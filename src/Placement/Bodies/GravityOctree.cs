using Placement.Parallelism;

namespace Placement.Bodies;

/// <summary>
/// Octree of point masses with monopole and quadrupole moments about each node's centre of mass, for the Barnes–Hut
/// potential of every point (Barnes &amp; Hut 1986, Nature 324, 446).
/// </summary>
/// <remarks>
/// <para>Layout: the points are copied in tree order into <c>_x, _y, _z, _m</c> (structure of arrays); node k covers the
/// contiguous range [Start, End) of that order, its non-empty children are the nodes FirstChild … FirstChild +
/// ChildCount − 1 (ChildCount = 0 for a leaf of at most <see cref="LeafSize"/> points). Built sequentially, so the
/// tree and every sum over it are the same on any thread count.</para>
/// <para>Node far field: φ(p) = −G [M / r + ½ Σ_ij Q_ij R_i R_j / r⁵], R = p − com, r = |R|, with the traceless
/// quadrupole Q_ij = Σ m (3 d_i d_j − d² δ_ij) about the centre of mass (the dipole vanishes there); children are
/// combined by the parallel-axis shift of Q (standard multipole expansion, e.g. Hernquist 1987, ApJS 64, 715).
/// A node of side s whose centre of mass is δ from its box centre is used when r θ &gt; s + δ θ, i.e. r &gt; s/θ + δ
/// (the Barnes–Hut s/r &lt; θ test made safe for offset centres of mass, common practice); for θ ≤ 1 a node is never
/// used for a point inside it, and θ = 0 opens every node (exact pairwise sum).</para>
/// </remarks>
internal sealed class GravityOctree
{
    public const int LeafSize = 8;
    private const int MaxDepth = 60;

    private readonly double[] _x, _y, _z, _m;
    private readonly int[] _order;
    private Node[] _nodes = new Node[64];
    private int _nodeCount;

    private struct Node
    {
        public double X, Y, Z, M, Qxx, Qyy, Qzz, Qxy, Qxz, Qyz, Size, Delta;
        public int FirstChild, ChildCount, Start, End;
    }

    public GravityOctree(ReadOnlySpan<double> x, ReadOnlySpan<double> y, ReadOnlySpan<double> z, ReadOnlySpan<double> m)
    {
        int n = x.Length;
        _order = new int[n];
        for (int i = 0; i < n; i++) _order[i] = i;
        double minX = double.PositiveInfinity, minY = minX, minZ = minX, maxX = double.NegativeInfinity, maxY = maxX, maxZ = maxX;
        for (int i = 0; i < n; i++)
        {
            minX = Math.Min(minX, x[i]); maxX = Math.Max(maxX, x[i]);
            minY = Math.Min(minY, y[i]); maxY = Math.Max(maxY, y[i]);
            minZ = Math.Min(minZ, z[i]); maxZ = Math.Max(maxZ, z[i]);
        }
        double half = 0.5 * Math.Max(maxX - minX, Math.Max(maxY - minY, maxZ - minZ));
        half = half > 0 ? half * (1 + 1e-12) : 1;
        var scratch = new int[n];
        var (xs, ys, zs) = (x.ToArray(), y.ToArray(), z.ToArray());
        _nodeCount = 1;
        Build(0, 0, n, 0.5 * (minX + maxX), 0.5 * (minY + maxY), 0.5 * (minZ + maxZ), half, 0, xs, ys, zs, scratch);
        _x = new double[n]; _y = new double[n]; _z = new double[n]; _m = new double[n];
        for (int s = 0; s < n; s++)
        {
            int i = _order[s];
            _x[s] = x[i]; _y[s] = y[i]; _z[s] = z[i]; _m[s] = m[i];
        }
        Moments(0);
    }

    /// <summary>Number of nodes.</summary>
    public int NodeCount => _nodeCount;

    /// <summary>Original index of the point at tree position s.</summary>
    public ReadOnlySpan<int> Order => _order;

    private void Build(int node, int start, int end, double cx, double cy, double cz, double half, int depth,
        double[] x, double[] y, double[] z, int[] scratch)
    {
        ref var self = ref _nodes[node];
        self.Start = start; self.End = end; self.Size = 2 * half;
        self.X = cx; self.Y = cy; self.Z = cz; // box centre until Moments replaces it by the centre of mass
        if (end - start <= LeafSize || depth >= MaxDepth) return;
        Span<int> counts = stackalloc int[8];
        counts.Clear();
        for (int s = start; s < end; s++) counts[Octant(_order[s], cx, cy, cz, x, y, z)]++;
        Span<int> offset = stackalloc int[8];
        int children = 0;
        for (int o = 0, acc = start; o < 8; o++) { offset[o] = acc; acc += counts[o]; if (counts[o] > 0) children++; }
        for (int s = start; s < end; s++)
        {
            int i = _order[s];
            scratch[offset[Octant(i, cx, cy, cz, x, y, z)]++] = i;
        }
        Array.Copy(scratch, start, _order, start, end - start);
        int first = _nodeCount;
        _nodeCount += children;
        if (_nodeCount > _nodes.Length) Array.Resize(ref _nodes, Math.Max(_nodeCount, 2 * _nodes.Length));
        _nodes[node].FirstChild = first;
        _nodes[node].ChildCount = children;
        double h = 0.5 * half;
        for (int o = 0, child = first, lo = start; o < 8; o++)
        {
            if (counts[o] == 0) continue;
            Build(child++, lo, lo + counts[o], cx + ((o & 1) != 0 ? h : -h), cy + ((o & 2) != 0 ? h : -h), cz + ((o & 4) != 0 ? h : -h),
                h, depth + 1, x, y, z, scratch);
            lo += counts[o];
        }
    }

    private static int Octant(int i, double cx, double cy, double cz, double[] x, double[] y, double[] z) =>
        (x[i] >= cx ? 1 : 0) | (y[i] >= cy ? 2 : 0) | (z[i] >= cz ? 4 : 0);

    /// <summary>Mass, centre of mass, quadrupole and centre offset δ of node k and, first, of its subtree.</summary>
    private void Moments(int k)
    {
        ref var node = ref _nodes[k];
        double boxX = node.X, boxY = node.Y, boxZ = node.Z;
        double mass = 0, sx = 0, sy = 0, sz = 0;
        if (node.ChildCount == 0)
        {
            for (int s = node.Start; s < node.End; s++) { mass += _m[s]; sx += _m[s] * _x[s]; sy += _m[s] * _y[s]; sz += _m[s] * _z[s]; }
        }
        else
        {
            for (int c = node.FirstChild; c < node.FirstChild + node.ChildCount; c++)
            {
                Moments(c);
                ref var child = ref _nodes[c];
                mass += child.M; sx += child.M * child.X; sy += child.M * child.Y; sz += child.M * child.Z;
            }
        }
        node = ref _nodes[k];
        // Massless nodes keep the box centre (they contribute nothing anyway).
        double gx = mass > 0 ? sx / mass : boxX, gy = mass > 0 ? sy / mass : boxY, gz = mass > 0 ? sz / mass : boxZ;
        double qxx = 0, qyy = 0, qzz = 0, qxy = 0, qxz = 0, qyz = 0;
        if (node.ChildCount == 0)
        {
            for (int s = node.Start; s < node.End; s++)
                AddPoint(_m[s], _x[s] - gx, _y[s] - gy, _z[s] - gz, ref qxx, ref qyy, ref qzz, ref qxy, ref qxz, ref qyz);
        }
        else
        {
            for (int c = node.FirstChild; c < node.FirstChild + node.ChildCount; c++)
            {
                ref var child = ref _nodes[c];
                qxx += child.Qxx; qyy += child.Qyy; qzz += child.Qzz; qxy += child.Qxy; qxz += child.Qxz; qyz += child.Qyz;
                AddPoint(child.M, child.X - gx, child.Y - gy, child.Z - gz, ref qxx, ref qyy, ref qzz, ref qxy, ref qxz, ref qyz);
            }
        }
        node.M = mass; node.X = gx; node.Y = gy; node.Z = gz;
        node.Qxx = qxx; node.Qyy = qyy; node.Qzz = qzz; node.Qxy = qxy; node.Qxz = qxz; node.Qyz = qyz;
        double ox = gx - boxX, oy = gy - boxY, oz = gz - boxZ;
        node.Delta = Math.Sqrt(ox * ox + oy * oy + oz * oz);
    }

    private static void AddPoint(double m, double dx, double dy, double dz,
        ref double qxx, ref double qyy, ref double qzz, ref double qxy, ref double qxz, ref double qyz)
    {
        double d2 = dx * dx + dy * dy + dz * dz;
        qxx += m * (3 * dx * dx - d2); qyy += m * (3 * dy * dy - d2); qzz += m * (3 * dz * dz - d2);
        qxy += m * 3 * dx * dy; qxz += m * 3 * dx * dz; qyz += m * 3 * dy * dz;
    }

    /// <summary>Σ_j≠i m_j / |x_i − x_j| (the potential without −G) for every point, in tree order.</summary>
    /// <remarks>
    /// One walk per leaf serves all its points (Barnes 1990's grouping): a node is used for the whole leaf when
    /// (r − b) θ &gt; s + δ θ, r the distance from the centre of the leaf's bounding sphere (radius b) to the node's centre of
    /// mass, which implies the per-point test for every point of the leaf; otherwise it is opened, and a leaf that is
    /// opened is summed directly. Each point's sum runs in the walk's fixed order.
    /// </remarks>
    /// <param name="theta">Opening angle θ in [0, 1].</param>
    /// <param name="parallel">Parallelism over leaves; the bits do not depend on it.</param>
    /// <exception cref="ArgumentException">Two points coincide.</exception>
    public double[] Potentials(double theta, ParallelSettings parallel)
    {
        var phi = new double[_x.Length];
        var leaves = Leaves();
        ParallelLoop.For(leaves.Length, parallel with { MinimumChunk = Math.Min(parallel.MinimumChunk, 32) }, (start, end) =>
        {
            var stack = new int[8 * (MaxDepth + 2)];
            for (int l = start; l < end; l++) LeafPotentials(leaves[l], theta, stack, phi);
        });
        return phi;
    }

    /// <summary>Leaf node indices in tree order (depth first, children in octant order).</summary>
    private int[] Leaves()
    {
        var leaves = new List<int>();
        var stack = new Stack<int>();
        stack.Push(0);
        while (stack.Count > 0)
        {
            int k = stack.Pop();
            if (_nodes[k].ChildCount == 0) { leaves.Add(k); continue; }
            for (int c = _nodes[k].FirstChild + _nodes[k].ChildCount - 1; c >= _nodes[k].FirstChild; c--) stack.Push(c);
        }
        return [.. leaves];
    }

    private void LeafPotentials(int leaf, double theta, int[] stack, double[] phi)
    {
        int s0 = _nodes[leaf].Start, s1 = _nodes[leaf].End;
        double minX = double.PositiveInfinity, minY = minX, minZ = minX, maxX = double.NegativeInfinity, maxY = maxX, maxZ = maxX;
        for (int s = s0; s < s1; s++)
        {
            minX = Math.Min(minX, _x[s]); maxX = Math.Max(maxX, _x[s]);
            minY = Math.Min(minY, _y[s]); maxY = Math.Max(maxY, _y[s]);
            minZ = Math.Min(minZ, _z[s]); maxZ = Math.Max(maxZ, _z[s]);
        }
        double cx = 0.5 * (minX + maxX), cy = 0.5 * (minY + maxY), cz = 0.5 * (minZ + maxZ);
        double b = 0.5 * Math.Sqrt((maxX - minX) * (maxX - minX) + (maxY - minY) * (maxY - minY) + (maxZ - minZ) * (maxZ - minZ));
        int top = 0;
        stack[top++] = 0;
        var nodes = _nodes;
        while (top > 0)
        {
            ref var node = ref nodes[stack[--top]];
            double ox = cx - node.X, oy = cy - node.Y, oz = cz - node.Z;
            double gap = Math.Sqrt(ox * ox + oy * oy + oz * oz) - b;
            if (gap * theta > node.Size + node.Delta * theta)
            {
                for (int s = s0; s < s1; s++)
                {
                    double rx = _x[s] - node.X, ry = _y[s] - node.Y, rz = _z[s] - node.Z;
                    double inv2 = 1 / (rx * rx + ry * ry + rz * rz), inv = Math.Sqrt(inv2);
                    double quad = node.Qxx * rx * rx + node.Qyy * ry * ry + node.Qzz * rz * rz
                        + 2 * (node.Qxy * rx * ry + node.Qxz * rx * rz + node.Qyz * ry * rz);
                    phi[s] += node.M * inv + 0.5 * quad * inv2 * inv2 * inv;
                }
            }
            else if (node.ChildCount == 0)
            {
                for (int s = s0; s < s1; s++)
                {
                    double px = _x[s], py = _y[s], pz = _z[s], sum = 0;
                    for (int j = node.Start; j < node.End; j++)
                    {
                        if (j == s) continue;
                        double dx = _x[j] - px, dy = _y[j] - py, dz = _z[j] - pz;
                        double d2 = dx * dx + dy * dy + dz * dz;
                        if (d2 == 0) throw new ArgumentException($"Points {_order[s]} and {_order[j]} coincide; the potential energy is infinite.");
                        sum += _m[j] / Math.Sqrt(d2);
                    }
                    phi[s] += sum;
                }
            }
            else
            {
                for (int c = node.FirstChild + node.ChildCount - 1; c >= node.FirstChild; c--) stack[top++] = c;
            }
        }
    }

    /// <summary>Mass of the point at tree position s.</summary>
    public double MassAt(int s) => _m[s];

    /// <summary>Asserts the invariants: children partition their parent's range, node masses add up, every point lies in its leaf's range once.</summary>
    /// <exception cref="InvalidOperationException">An invariant is broken.</exception>
    public void CheckValidity()
    {
        var seen = new bool[_order.Length];
        foreach (int i in _order)
        {
            if (seen[i]) throw new InvalidOperationException($"Point {i} appears twice in the tree order.");
            seen[i] = true;
        }
        for (int k = 0; k < _nodeCount; k++)
        {
            var node = _nodes[k];
            if (node.ChildCount == 0) continue;
            int at = node.Start;
            double mass = 0;
            for (int c = node.FirstChild; c < node.FirstChild + node.ChildCount; c++)
            {
                if (_nodes[c].Start != at) throw new InvalidOperationException($"Node {c} does not start where its sibling ends.");
                at = _nodes[c].End;
                mass += _nodes[c].M;
            }
            if (at != node.End) throw new InvalidOperationException($"The children of node {k} do not cover its range.");
            if (Math.Abs(mass - node.M) > 1e-12 * Math.Abs(node.M)) throw new InvalidOperationException($"Node {k} mass {node.M} differs from its children's {mass}.");
        }
    }
}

══════════

Please determine how many lines in the entries contain the word "half" and reply with that figure alone.

RESPONSE BOX
6